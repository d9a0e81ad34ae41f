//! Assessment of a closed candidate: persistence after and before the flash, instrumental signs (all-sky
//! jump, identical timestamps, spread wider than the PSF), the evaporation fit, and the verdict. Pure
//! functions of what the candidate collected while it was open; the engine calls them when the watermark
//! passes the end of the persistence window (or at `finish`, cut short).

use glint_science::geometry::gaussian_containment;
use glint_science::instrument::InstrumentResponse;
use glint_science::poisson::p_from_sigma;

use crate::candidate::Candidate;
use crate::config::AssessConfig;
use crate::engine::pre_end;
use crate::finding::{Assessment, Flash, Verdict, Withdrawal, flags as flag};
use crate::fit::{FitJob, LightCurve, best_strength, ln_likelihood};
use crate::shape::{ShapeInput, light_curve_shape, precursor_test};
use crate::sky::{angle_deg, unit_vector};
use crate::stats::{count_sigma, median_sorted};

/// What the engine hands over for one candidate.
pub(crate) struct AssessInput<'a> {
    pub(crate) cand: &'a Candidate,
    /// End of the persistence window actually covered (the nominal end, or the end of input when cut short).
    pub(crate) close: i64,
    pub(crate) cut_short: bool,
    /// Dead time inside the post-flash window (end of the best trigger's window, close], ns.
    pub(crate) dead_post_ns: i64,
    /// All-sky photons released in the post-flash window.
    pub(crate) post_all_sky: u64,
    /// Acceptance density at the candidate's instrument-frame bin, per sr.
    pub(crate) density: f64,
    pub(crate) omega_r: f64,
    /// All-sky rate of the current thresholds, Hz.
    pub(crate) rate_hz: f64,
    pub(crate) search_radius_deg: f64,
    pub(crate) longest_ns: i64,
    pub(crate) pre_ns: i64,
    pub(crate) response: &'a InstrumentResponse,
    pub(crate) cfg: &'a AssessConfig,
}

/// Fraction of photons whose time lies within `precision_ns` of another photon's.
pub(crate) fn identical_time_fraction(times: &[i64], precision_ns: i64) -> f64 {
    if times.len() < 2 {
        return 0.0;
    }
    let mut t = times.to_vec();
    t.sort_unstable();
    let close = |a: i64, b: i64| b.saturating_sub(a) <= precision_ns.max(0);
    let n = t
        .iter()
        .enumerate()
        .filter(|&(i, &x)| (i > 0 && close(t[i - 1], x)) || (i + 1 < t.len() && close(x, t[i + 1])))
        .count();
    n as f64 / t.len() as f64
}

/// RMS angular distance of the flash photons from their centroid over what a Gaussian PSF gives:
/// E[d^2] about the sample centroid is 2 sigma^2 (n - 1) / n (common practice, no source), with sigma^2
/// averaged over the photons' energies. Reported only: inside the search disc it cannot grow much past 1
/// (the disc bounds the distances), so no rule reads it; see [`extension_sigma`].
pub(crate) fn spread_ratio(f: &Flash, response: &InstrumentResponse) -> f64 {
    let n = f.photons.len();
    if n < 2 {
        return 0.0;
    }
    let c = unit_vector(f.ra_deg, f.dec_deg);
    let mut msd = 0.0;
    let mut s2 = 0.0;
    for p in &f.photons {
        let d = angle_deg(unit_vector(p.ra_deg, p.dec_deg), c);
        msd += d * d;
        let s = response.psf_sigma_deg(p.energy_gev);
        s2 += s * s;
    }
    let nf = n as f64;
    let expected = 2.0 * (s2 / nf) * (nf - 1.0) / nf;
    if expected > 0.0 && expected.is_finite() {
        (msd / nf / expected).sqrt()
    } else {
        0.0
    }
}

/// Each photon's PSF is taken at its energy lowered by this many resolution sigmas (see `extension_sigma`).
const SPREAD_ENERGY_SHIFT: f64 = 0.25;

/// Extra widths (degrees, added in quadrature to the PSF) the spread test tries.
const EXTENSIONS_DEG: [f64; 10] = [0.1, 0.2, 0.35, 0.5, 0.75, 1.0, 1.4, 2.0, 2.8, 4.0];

************

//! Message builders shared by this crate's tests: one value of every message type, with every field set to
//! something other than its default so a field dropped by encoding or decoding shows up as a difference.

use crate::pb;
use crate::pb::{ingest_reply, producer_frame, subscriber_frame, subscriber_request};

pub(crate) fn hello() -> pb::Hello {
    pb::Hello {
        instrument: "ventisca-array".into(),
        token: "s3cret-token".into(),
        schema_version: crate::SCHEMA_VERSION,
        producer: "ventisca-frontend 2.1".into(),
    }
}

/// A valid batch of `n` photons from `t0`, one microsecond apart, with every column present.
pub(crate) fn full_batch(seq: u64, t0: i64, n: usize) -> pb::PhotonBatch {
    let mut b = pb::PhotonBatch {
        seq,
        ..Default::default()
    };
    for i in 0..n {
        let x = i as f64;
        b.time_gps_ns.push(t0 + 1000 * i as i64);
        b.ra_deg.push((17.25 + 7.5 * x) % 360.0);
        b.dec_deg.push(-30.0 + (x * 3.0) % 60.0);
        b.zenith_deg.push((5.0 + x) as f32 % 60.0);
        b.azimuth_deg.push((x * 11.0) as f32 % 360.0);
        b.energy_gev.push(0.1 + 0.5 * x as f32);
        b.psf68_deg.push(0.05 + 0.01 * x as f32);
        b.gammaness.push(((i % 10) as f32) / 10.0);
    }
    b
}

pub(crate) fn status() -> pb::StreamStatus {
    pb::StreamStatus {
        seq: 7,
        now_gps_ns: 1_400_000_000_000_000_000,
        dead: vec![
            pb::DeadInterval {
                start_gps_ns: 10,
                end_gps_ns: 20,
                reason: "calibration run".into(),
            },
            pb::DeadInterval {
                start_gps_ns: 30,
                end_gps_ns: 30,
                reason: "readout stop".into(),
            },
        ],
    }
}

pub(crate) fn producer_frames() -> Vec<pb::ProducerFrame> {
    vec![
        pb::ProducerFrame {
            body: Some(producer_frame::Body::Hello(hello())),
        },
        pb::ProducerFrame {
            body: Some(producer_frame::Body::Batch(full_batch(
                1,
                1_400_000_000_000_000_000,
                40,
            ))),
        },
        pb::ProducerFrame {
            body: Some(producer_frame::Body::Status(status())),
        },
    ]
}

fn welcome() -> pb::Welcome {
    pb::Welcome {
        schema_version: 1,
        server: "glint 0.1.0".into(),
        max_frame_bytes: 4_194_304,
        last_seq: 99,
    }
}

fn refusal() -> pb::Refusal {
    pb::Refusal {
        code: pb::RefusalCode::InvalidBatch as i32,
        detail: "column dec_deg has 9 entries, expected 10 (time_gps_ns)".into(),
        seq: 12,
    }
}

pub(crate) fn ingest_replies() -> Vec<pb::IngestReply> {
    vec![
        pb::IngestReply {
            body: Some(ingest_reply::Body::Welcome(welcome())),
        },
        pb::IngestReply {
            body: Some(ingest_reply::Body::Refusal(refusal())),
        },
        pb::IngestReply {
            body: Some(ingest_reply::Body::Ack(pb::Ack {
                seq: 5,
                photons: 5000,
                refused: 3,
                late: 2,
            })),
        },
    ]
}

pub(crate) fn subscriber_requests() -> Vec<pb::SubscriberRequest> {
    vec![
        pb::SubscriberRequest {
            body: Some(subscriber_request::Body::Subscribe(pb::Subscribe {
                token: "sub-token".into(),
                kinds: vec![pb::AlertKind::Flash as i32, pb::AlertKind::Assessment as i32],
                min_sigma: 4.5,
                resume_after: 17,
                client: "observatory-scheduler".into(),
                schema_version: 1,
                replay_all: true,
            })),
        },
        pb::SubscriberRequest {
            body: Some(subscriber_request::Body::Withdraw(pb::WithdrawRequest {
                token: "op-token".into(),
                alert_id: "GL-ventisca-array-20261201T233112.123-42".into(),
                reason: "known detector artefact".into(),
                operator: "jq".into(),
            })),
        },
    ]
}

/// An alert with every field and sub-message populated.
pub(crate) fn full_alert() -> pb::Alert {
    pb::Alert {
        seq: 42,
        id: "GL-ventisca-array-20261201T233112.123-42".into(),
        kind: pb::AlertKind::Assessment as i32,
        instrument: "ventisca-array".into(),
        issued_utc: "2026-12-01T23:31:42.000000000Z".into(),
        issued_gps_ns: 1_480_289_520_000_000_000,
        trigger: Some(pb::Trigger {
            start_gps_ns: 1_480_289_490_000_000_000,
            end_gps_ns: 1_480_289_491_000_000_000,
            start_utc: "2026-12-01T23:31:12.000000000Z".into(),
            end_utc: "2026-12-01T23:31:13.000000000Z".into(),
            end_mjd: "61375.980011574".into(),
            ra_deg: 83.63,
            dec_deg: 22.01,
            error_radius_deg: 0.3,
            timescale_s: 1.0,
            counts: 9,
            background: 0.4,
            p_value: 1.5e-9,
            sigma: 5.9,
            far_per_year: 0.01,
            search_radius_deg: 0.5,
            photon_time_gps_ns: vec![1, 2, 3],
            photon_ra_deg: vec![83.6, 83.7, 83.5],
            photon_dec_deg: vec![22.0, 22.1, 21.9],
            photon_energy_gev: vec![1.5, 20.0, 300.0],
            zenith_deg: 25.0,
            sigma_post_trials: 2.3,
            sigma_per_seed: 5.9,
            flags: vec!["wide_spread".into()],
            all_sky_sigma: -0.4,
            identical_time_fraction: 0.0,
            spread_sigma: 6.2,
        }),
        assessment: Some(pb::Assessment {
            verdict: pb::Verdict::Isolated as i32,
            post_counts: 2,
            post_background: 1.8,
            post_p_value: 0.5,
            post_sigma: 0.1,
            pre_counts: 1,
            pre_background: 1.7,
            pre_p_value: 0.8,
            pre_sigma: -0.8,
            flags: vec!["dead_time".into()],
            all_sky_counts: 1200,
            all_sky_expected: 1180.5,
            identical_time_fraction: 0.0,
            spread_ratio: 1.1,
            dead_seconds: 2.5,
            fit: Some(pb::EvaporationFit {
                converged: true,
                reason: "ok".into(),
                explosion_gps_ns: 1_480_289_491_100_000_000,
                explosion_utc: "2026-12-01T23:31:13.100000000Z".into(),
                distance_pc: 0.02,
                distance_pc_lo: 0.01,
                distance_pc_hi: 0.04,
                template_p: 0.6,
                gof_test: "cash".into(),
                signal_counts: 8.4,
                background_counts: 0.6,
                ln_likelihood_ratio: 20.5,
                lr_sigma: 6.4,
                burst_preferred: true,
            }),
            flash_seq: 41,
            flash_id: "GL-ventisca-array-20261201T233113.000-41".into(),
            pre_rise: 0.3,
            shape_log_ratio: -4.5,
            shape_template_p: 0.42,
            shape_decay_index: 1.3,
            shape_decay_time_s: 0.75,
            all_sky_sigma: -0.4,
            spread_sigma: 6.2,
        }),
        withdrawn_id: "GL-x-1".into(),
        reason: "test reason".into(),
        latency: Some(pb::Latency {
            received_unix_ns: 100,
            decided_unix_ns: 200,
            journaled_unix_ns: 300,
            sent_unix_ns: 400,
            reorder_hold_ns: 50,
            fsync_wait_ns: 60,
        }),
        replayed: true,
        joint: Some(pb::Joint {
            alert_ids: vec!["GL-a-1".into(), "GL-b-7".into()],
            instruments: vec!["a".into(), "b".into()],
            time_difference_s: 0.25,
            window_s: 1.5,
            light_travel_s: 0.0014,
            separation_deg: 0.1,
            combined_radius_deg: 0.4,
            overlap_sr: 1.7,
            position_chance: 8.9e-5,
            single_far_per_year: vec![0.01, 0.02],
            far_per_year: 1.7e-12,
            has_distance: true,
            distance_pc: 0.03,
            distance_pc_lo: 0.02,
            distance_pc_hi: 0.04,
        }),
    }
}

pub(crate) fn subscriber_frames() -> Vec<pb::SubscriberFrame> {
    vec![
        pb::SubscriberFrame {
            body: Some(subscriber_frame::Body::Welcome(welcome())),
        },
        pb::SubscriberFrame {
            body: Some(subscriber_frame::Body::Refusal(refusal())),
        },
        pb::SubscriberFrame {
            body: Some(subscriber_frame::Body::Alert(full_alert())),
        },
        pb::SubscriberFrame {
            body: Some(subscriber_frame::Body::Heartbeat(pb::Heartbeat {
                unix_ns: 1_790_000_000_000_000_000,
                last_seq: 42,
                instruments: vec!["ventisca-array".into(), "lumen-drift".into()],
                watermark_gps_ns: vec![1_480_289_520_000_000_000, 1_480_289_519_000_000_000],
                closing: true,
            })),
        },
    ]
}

************

§ **Required work**: How many lines above include the word "inside"? Answer with the number alone.

§ **Exercise result**: 2